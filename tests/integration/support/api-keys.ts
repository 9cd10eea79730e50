import { asUser, callAction, apiRequest, asSignedOut } from './next-request';
import { createApiKey } from '@/server/actions/api-keys';
import type { ApiScope } from '@/server/auth/api-scopes';

/**
 * API keys for integration tests, made the way an admin makes them (the createApiKey action with
 * the admin's session), and requests that carry one. Import './next-request' first in the test.
 */
export async function makeKey(adminSession: string, scopes: readonly ApiScope[], opts: { name?: string; rateLimitPerMinute?: number } = {}): Promise<{ token: string; prefix: string }> {
  asUser(adminSession);
  const out = await callAction(createApiKey, { name: opts.name ?? `Test key ${scopes.join('+')}`, scopes: [...scopes], rateLimitPerMinute: String(opts.rateLimitPerMinute ?? 600) });
  asSignedOut();
  if (!out.state?.ok) throw new Error(`createApiKey failed: ${JSON.stringify(out.state ?? out)}`);
  const data = out.state.data as { token: string; prefix: string };
  return { token: data.token, prefix: data.prefix };
}

/** A Request carrying the key (and no cookie unless the test's jar holds one). */
export function keyRequest(token: string, path: string, init: { method?: string; json?: unknown; headers?: Record<string, string> } = {}): Request {
  return apiRequest(path, { ...init, headers: { authorization: `Bearer ${token}`, ...(init.headers ?? {}) } });
}
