import { models } from '@/db/models';

/**
 * Sign-in failures of the addresses a test file used, taken out again when it ends: every
 * untrusted failure counts against the global sign-in budget, which other files (and other
 * people's runs against the same database) share for the next quarter hour.
 */
export function attemptsTracker(): { track: (email: string) => string; forget: () => Promise<void> } {
  const emails = new Set<string>();
  return {
    track: (email) => (emails.add(email.toLowerCase()), email),
    forget: async () => {
      if (emails.size) await models().SignInAttempt.destroy({ where: { email: [...emails] } });
      emails.clear();
    },
  };
}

__Directions for this task__. Return the material in full. Each line must match.

__Response__.
filename tests/integration/support/api-keys.ts
repository 9cd10eea79730e50
import { asUser, callAction, apiRequest, asSignedOut } from './next-request';
import { createApiKey } from '@/server/actions/api-keys';
import type { ApiScope } from '@/server/auth/api-scopes';

/**
 * API keys for integration tests, made the way an admin makes them (the createApiKey action with
 * the admin's session), and requests that carry one. Import './next-request' first in the test.
 */
export async function makeKey(adminSession: string, scopes: readonly ApiScope[], opts: { name?: string; rateLimitPerMinute?: number } = {}): Promise<{ token: string; prefix: string }> {
  asUser(adminSession);
  const out = await callAction(createApiKey, { name: opts.name ?? `Test key ${scopes.join('+')}`, scopes: [...scopes], rateLimitPerMinute: String(opts.rateLimitPerMinute ?? 600) });
  asSignedOut();
  if (!out.state?.ok) throw new Error(`createApiKey failed: ${JSON.stringify(out.state ?? out)}`);
  const data = out.state.data as { token: string; prefix: string };
  return { token: data.token, prefix: data.prefix };
}

/** A Request carrying the key (and no cookie unless the test's jar holds one). */
export function keyRequest(token: string, path: string, init: { method?: string; json?: unknown; headers?: Record<string, string> } = {}): Request {
  return apiRequest(path, { ...init, headers: { authorization: `Bearer ${token}`, ...(init.headers ?? {}) } });
}
import { models } from '@/db/models';

/**
 * Sign-in failures of the addresses a test file used, taken out again when it ends: every
 * untrusted failure counts against the global sign-in budget, which other files (and other
 * people's runs against the same database) share for the next quarter hour.
 */
export function attemptsTracker(): { track: (email: string) => string; forget: () => Promise<void> } {
  const emails = new Set<string>();
  return {
    track: (email) => (emails.add(email.toLowerCase()), email),
    forget: async () => {
      if (emails.size) await models().SignInAttempt.destroy({ where: { email: [...emails] } });
      emails.clear();
    },
  };
}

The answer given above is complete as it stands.